A constante falta de água em muitos bairros de Cascavel está motivando discussões sobre a possibilidade de municipalização do serviço, incluindo esgotos. Projeto já tramita na Câmara de Vereadores. Ontem ocorreu mais um dos contínuos protestos de donas-de-casas revoltadas com a falta de água. No bairro Santa Felicidade, zona sul da cidade, elas fizeram um ‘‘baldaço’’, agitando baldes vazios, inconformadas com o desabastecimento mesmo com vários dias de chuvas até a terça-feira.

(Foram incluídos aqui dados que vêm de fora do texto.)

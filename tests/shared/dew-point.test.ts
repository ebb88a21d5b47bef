import { condensationRisks, dewPoint, dewPointNote, DewPointInputError } from '../../shared/domain/dew-point';

// Magnus formula, coefficients of Alduchov and Eskridge (1996): a = 17.625, b = 243.04 degC;
// gamma = ln(RH/100) + a T / (b + T); Td = b gamma / (a - gamma).
describe('dewPoint', () => {
  it.each([
    // REFERENCES.md (Magnus / Alduchov-Eskridge): 20 degC, 50 %RH -> 9.26 degC.
    // By hand: gamma = ln(0.5) + 352.5 / 263.04 = -0.693147 + 1.340100 = 0.646953; Td = 243.04 x 0.646953 / 16.978047 = 9.261.
    { source: 'REFERENCES.md', t: 20, rh: 50, td: 9.26 },
    // A calculator built on the same coefficients, quoted in an Earth Science Stack Exchange question
    // ("dew point 70 degF and relative humidity 90 % results in a temperature of 73.11 degF"): 73.11 degF = 22.839 degC,
    // 70 degF = 21.111 degC. By hand: gamma = ln(0.9) + 402.535 / 265.879 = -0.105361 + 1.513979 = 1.408618;
    // Td = 243.04 x 1.408618 / 16.216382 = 21.111.
    { source: 'Earth Science Stack Exchange (Magnus calculator example)', t: ((73.11 - 32) * 5) / 9, rh: 90, td: (70 - 32) * (5 / 9) },
    // From memory (common dew point tables): 25 degC, 60 %RH -> 16.7 degC.
    // By hand: gamma = ln(0.6) + 440.625 / 268.04 = -0.510826 + 1.643878 = 1.133052; Td = 243.04 x 1.133052 / 16.491948 = 16.698.
    { source: 'from memory (dew point tables)', t: 25, rh: 60, td: 16.7 },
    // From memory (common dew point tables): 30 degC, 80 %RH -> 26.2 degC.
    // By hand: gamma = ln(0.8) + 528.75 / 273.04 = -0.223144 + 1.936529 = 1.713385; Td = 243.04 x 1.713385 / 15.911615 = 26.171.
    { source: 'from memory (dew point tables)', t: 30, rh: 80, td: 26.17 },
    // Recomputed by hand (the demo's damp heat step): gamma = ln(0.85) + 705 / 283.04 = -0.162519 + 2.490814 = 2.328295;
    // Td = 243.04 x 2.328295 / 15.296705 = 36.993.
    { source: 'recomputed by hand', t: 40, rh: 85, td: 36.99 },
    // Recomputed by hand, below 0 degC (over water): gamma = ln(0.8) - 176.25 / 233.04 = -0.223144 - 0.756308 = -0.979452;
    // Td = 243.04 x -0.979452 / 18.604452 = -12.795.
    { source: 'recomputed by hand', t: -10, rh: 80, td: -12.8 },
  ])('when $t degC at $rh %RH ($source), then the dew point is $td degC', ({ t, rh, td }) => {
    expect(dewPoint(t, rh)).toBeCloseTo(td, 1);
  });

  it('when the REFERENCES.md case is read to two decimals, then it is 9.26', () => {
    expect(Math.round(dewPoint(20, 50) * 100) / 100).toBe(9.26);
  });

  it.each([-40, -20, 0, 23, 40, 85])('when the air at %p degC is saturated (100 %RH), then the dew point is the air temperature (gamma = aT/(b+T))', (t) => {
    expect(dewPoint(t, 100)).toBeCloseTo(t, 10);
  });

  it('when the humidity falls, then the dew point falls', () => {
    const values = [100, 90, 70, 50, 30, 10, 1].map((rh) => dewPoint(25, rh));
    for (let i = 1; i < values.length; i++) expect(values[i]).toBeLessThan(values[i - 1]);
  });

  it.each([
    ['humidity', 25, 0],
    ['humidity', 25, -5],
    ['humidity', 25, 100.0001],
    ['humidity', 25, Number.NaN],
    ['temperature', -100.1, 50],
    ['temperature', 200.1, 50],
    ['temperature', Number.POSITIVE_INFINITY, 50],
  ])('when %s is out of range (%p degC, %p %RH), then it is refused naming it', (field, t, rh) => {
    expect(() => dewPoint(t, rh)).toThrow(DewPointInputError);
    expect(() => dewPoint(t, rh)).toThrow(expect.objectContaining({ field }));
  });

  it.each([
    [-100, 50],
    [200, 50],
    [25, 100],
    [25, 0.001],
  ])('when the input sits on an allowed edge (%p degC, %p %RH), then a finite value comes back', (t, rh) => {
    expect(Number.isFinite(dewPoint(t, rh))).toBe(true);
  });

  it('when the dew point is below 0 degC, then the note says the value over ice differs by about a degree', () => {
    expect(dewPointNote(-10, dewPoint(-10, 80))).toMatch(/ice.*about a degree/);
    expect(dewPointNote(20, dewPoint(20, 50))).toBeNull();
    expect(dewPointNote(120, dewPoint(120, 50))).toMatch(/extrapolation/);
  });
});

describe('condensationRisks', () => {
  // The demo's climate sequence: cold soak, ramp (its end temperature), damp heat, a cold step, recovery.
  const steps = [
    { name: 'Cold soak -20 °C', temperatureC: -20, humidityPct: null },
    { name: 'Ramp to 40 °C', temperatureC: 40, humidityPct: null },
    { name: 'Damp heat 40 °C 85 %RH', temperatureC: 40, humidityPct: 85 },
    { name: 'Cold step -10 °C', temperatureC: -10, humidityPct: null },
    { name: 'Recovery 23 °C 50 %RH', temperatureC: 23, humidityPct: 50 },
  ];

  it('when a colder step follows a humid one, then that step is flagged with the earlier dew point, and the frost caution below 0 degC', () => {
    const risks = condensationRisks(steps);
    expect(risks.slice(0, 3)).toEqual([null, null, null]);
    expect(risks[3]).toContain('37 °C dew point of the earlier step "Damp heat 40 °C 85 %RH"');
    expect(risks[3]).toMatch(/about a degree/);
  });

  it('when a humid step takes a part that comes from a colder step, then the humid step is flagged (the part is below its dew point)', () => {
    const risks = condensationRisks(steps);
    // 23 degC at 50 %RH: dew point 12.02 degC (by hand: gamma = -0.693147 + 1.523737 = 0.830590; 243.04 x 0.830590 / 16.794410 = 12.020).
    expect(risks[4]).toContain('A part coming from -10 °C is below this step\'s 12 °C dew point');
    const direct = condensationRisks([steps[0], steps[2]]);
    expect(direct[1]).toContain('A part coming from -20 °C');
  });

  it('when no step is humid or nothing gets colder, then there is no caution', () => {
    expect(condensationRisks([steps[0], steps[1], steps[3]])).toEqual([null, null, null]);
    expect(
      condensationRisks([
        { name: 'Dry heat', temperatureC: 85, humidityPct: 10 },
        { name: 'Damp heat', temperatureC: 40, humidityPct: 93 },
        { name: 'Hotter', temperatureC: 60, humidityPct: null },
      ]),
    ).toEqual([null, null, null]);
  });

  it('when a step has no temperature, then it is skipped rather than flagged', () => {
    expect(condensationRisks([{ name: 'Humid', temperatureC: 40, humidityPct: 90 }, { name: 'Unknown', temperatureC: null, humidityPct: null }])).toEqual([null, null]);
  });
});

Catarina Nunes, 38 anos, viúva, mãe de três filhos, disse que teve que guardar água da chuva para preparar alimentos. Ela mora há 5 meses no bairro e pensa em retornar para o sítio de sua família, no município vizinho de Ibema. ‘‘Lá é no meio do mato, mas pelo menos tem água, e limpa’’, disse. ‘‘Quando a água volta a ser fornecida pela Sanepar ela tem um gosto muito forte de cloro ou é marrom, toda embarrada’’, reclama.
Também há queixas sobre o valor das faturas. A dona-de-casa Catarina Nunes, por exemplo, disse que no mês passado pagou R$ 15,00 e este mês a conta subiu para R$ 37,00. ‘‘Isso mesmo com vários dias sem água e sem que a gente tenha aumentado o consumo’’, reclama.

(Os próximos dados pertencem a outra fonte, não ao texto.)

import { useLocalSearchParams } from 'expo-router';
import { TemplateScreen } from '@/components/stages/template-screen';

export default function StageTemplateRoute() {
  const { stageId } = useLocalSearchParams<{ stageId: string }>();
  return <TemplateScreen key={stageId} stageId={stageId} />;
}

Os problemas são comuns em outros bairros, principalmente os localizados em regiões altas da cidade ou mais afastados da estação de tratamento da Sanepar. No final de agosto, o gerente da companhia, Afonso Marangoni, havia assegurado que a cidade estava ficando ‘‘livre’’ do desabastecimento, com a entrega das obras que haviam sido executadas. No entanto, as alegações são as mais variadas para justificar o problema de falta de água: danos na estação, rompimento de redes e necessidade de implantar tubulação de maior bitola.
‘‘Estamos fazendo diversas melhorias, mas as chuvas têm dificultado os trabalhos’’, argumenta Morangoni. ‘‘Quanto a água embarrada não há problema porque ela é devidamente desinfetada’’. Para o vereador Aderbal Mello (PT), autor do projeto para municipalização do serviço, o esforço e a capacidade técnica do pessoal da Sanepar não têm sido suficientes para solucionar os problemas na cidade. ‘‘Desde que começou a ser assumida pela iniciativa privada, a empresa só se preocupa com o lucro’’, criticou.